Let $n\ge 3$ be a positive integer. In the plane $n$ points which are not all collinear are marked. Find the least possible number of triangles whose vertices are all marked. (Recall that the vertices of a triangle are not collinear.)

2018 Romania Team Selection Tests, 3

Tags: combinatorial geometry , combinatorics

Consider a 4-point configuration in the plane such that every 3 points can be covered by a strip of a unit width. Prove that: 1) the four points can be covered by a strip of length at most $\sqrt2$ and 2)if no strip of length less that $\sqrt2$ covers all the four points, then the points are vertices of a square of length $\sqrt2$

2001 China Team Selection Test, 1

Tags: graph theory , combinatorics , combinatorial geometry

Given seven points on a plane, with no three points collinear. Prove that it is always possible to divide these points into the vertices of a triangle and a convex quadrilateral, with no shared parts between the two shapes.

1990 Tournament Of Towns, (247) 1

Tags: combinatorial geometry , combinatorics

Find the maximum number of parts into which the $Oxy$-plane can be divided by $100$ graphs of different quadratic functions of the form $y = ax^2 + bx + c$. (N.B. Vasiliev, Moscow)

1990 Tournament Of Towns, (279) 4

Tags: geometry , combinatorics , combinatorial geometry

There are $20$ points in the plane and no three of them are collinear. Of these points $10$ are red while the other $10$ are blue. Prove that there exists a straight line such that there are $5$ red points and $5$ blue points on either side of this line. (A Kushnirenko, Moscow)

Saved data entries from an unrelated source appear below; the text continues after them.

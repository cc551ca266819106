# SPDX-License-Identifier: MIT
"""Tables of a page: what is read, and what they are sorted by."""

from __future__ import annotations

import math
import re
from collections.abc import Sequence
from dataclasses import dataclass

from scanstrain.attributes import BY_NAME, Attribute
from scanstrain.outputs.words import amount, interval, number

MISSING = "–"
"""Stands where there is no number."""
NARROW, FIXED = "\u202f", "\u00a0"
"""Spaces that no line is broken at: between thousands, and between a number and its unit."""
_HYPHEN = re.compile(r"(?<![\w.\-])-(?=[\d.])")
_THOUSANDS = re.compile(r"(?<=\d)\s(?=\d{3}(?!\d))")
_TOGETHER = re.compile(r"(?<=\d) (?=(?:±|%|mm|m²|m|mrad|rad|µε|1/km|ppm|h)(?:[\s.,;)]|$))|(?<=±) (?=\d)")


@dataclass(frozen=True, slots=True)
class Cell:
    """One cell.

    Parameters
    ----------
    text : str
        What is read.
    sort : float or None
        What a column is sorted by, instead of the text.
    link : str
        Where it leads; empty if nowhere.
    """

    text: str
    sort: float | None = None
    link: str = ""

    @property
    def right(self) -> bool:
        """Whether it is set to the right, as numbers are."""
        return self.sort is not None or self.text == MISSING


@dataclass(frozen=True, slots=True)
class Table:
    """A table with a caption; the first cell of a row names the row.

    Parameters
    ----------
    caption : str
    heads : tuple of str
    rows : tuple of tuple of Cell
    note : str
        What belongs under it.
    kind : {"", "brief", "long"}
        How it is set: "long" breaks long words.
    """

    caption: str
    heads: tuple[str, ...]
    rows: tuple[tuple[Cell, ...], ...]
    note: str = ""
    kind: str = ""

    def right(self, column: int) -> bool:
        """Whether a column holds numbers."""
        return bool(self.rows) and all(row[column].right for row in self.rows)


Row = list[Cell | str]
"""Cells of a row; plain strings become cells."""


def table(
    caption: str, heads: Sequence[str], rows: Sequence[Sequence[Cell | str]], *, note: str = "", kind: str = ""
) -> Table:
    """Make a table; plain strings become cells."""
    cells = tuple(tuple(each if isinstance(each, Cell) else Cell(each) for each in row) for row in rows)
    return Table(caption, tuple(heads), cells, note, kind)


def neat(text: str) -> str:
    """Set minus signs before numbers, and spaces within numbers that no line is broken at.

    >>> neat("from -3.5 to -2; false-discovery")
    'from −3.5 to −2; false-discovery'
    >>> neat("-1 857 ± 12 µε at x 5").replace(FIXED, "~").replace(NARROW, "'")
    "−1'857~±~12~µε at x 5"
    """
    return _TOGETHER.sub(FIXED, _THOUSANDS.sub(NARROW, _HYPHEN.sub("−", text)))


def measured(value: float | None, sd: float | None, name: str) -> Cell:
    """Write a stored value of an attribute with its 95 % interval."""
    attribute = BY_NAME[name]
    if value is None or sd is None or not (math.isfinite(value) and math.isfinite(sd)):
        return Cell(MISSING)
    return Cell(neat(interval(value, sd, attribute)), value * attribute.factor)


def sized(value: float | None, name: str) -> Cell:
    """Write a stored value of an attribute with its unit."""
    if value is None or not math.isfinite(value):
        return Cell(MISSING)
    attribute: Attribute = BY_NAME[name]
    return Cell(neat(amount(value, attribute)), value * attribute.factor)


def plain_number(value: float | None, decimals: int = 0, unit: str = "") -> Cell:
    """Write a number with so many decimals."""
    if value is None or not math.isfinite(value):
        return Cell(MISSING)
    return Cell(neat(f"{number(value, decimals)} {unit}".rstrip()), float(value))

1998 All-Russian Olympiad Regional Round, 9.7

Tags: combinatorics , combinatorial geometry , geometry , regular polygon

Given a billiard in the form of a regular $1998$-gon $A_1A_2...A_{1998}$. A ball was released from the midpoint of side $A_1A_2$, which, reflected therefore from sides $A_2A_3$, $A_3A_4$, . . . , $A_{1998}A_1$ (according to the law, the angle of incidence is equal to the angle of reflection), returned to the starting point. Prove that the trajectory of the ball is a regular $1998$-gon.

2004 Polish MO Finals, 5

Tags: geometry , combinatorial geometry

Find the greatest possible number of lines in space that all pass through a single point and the angle between any two of them is the same.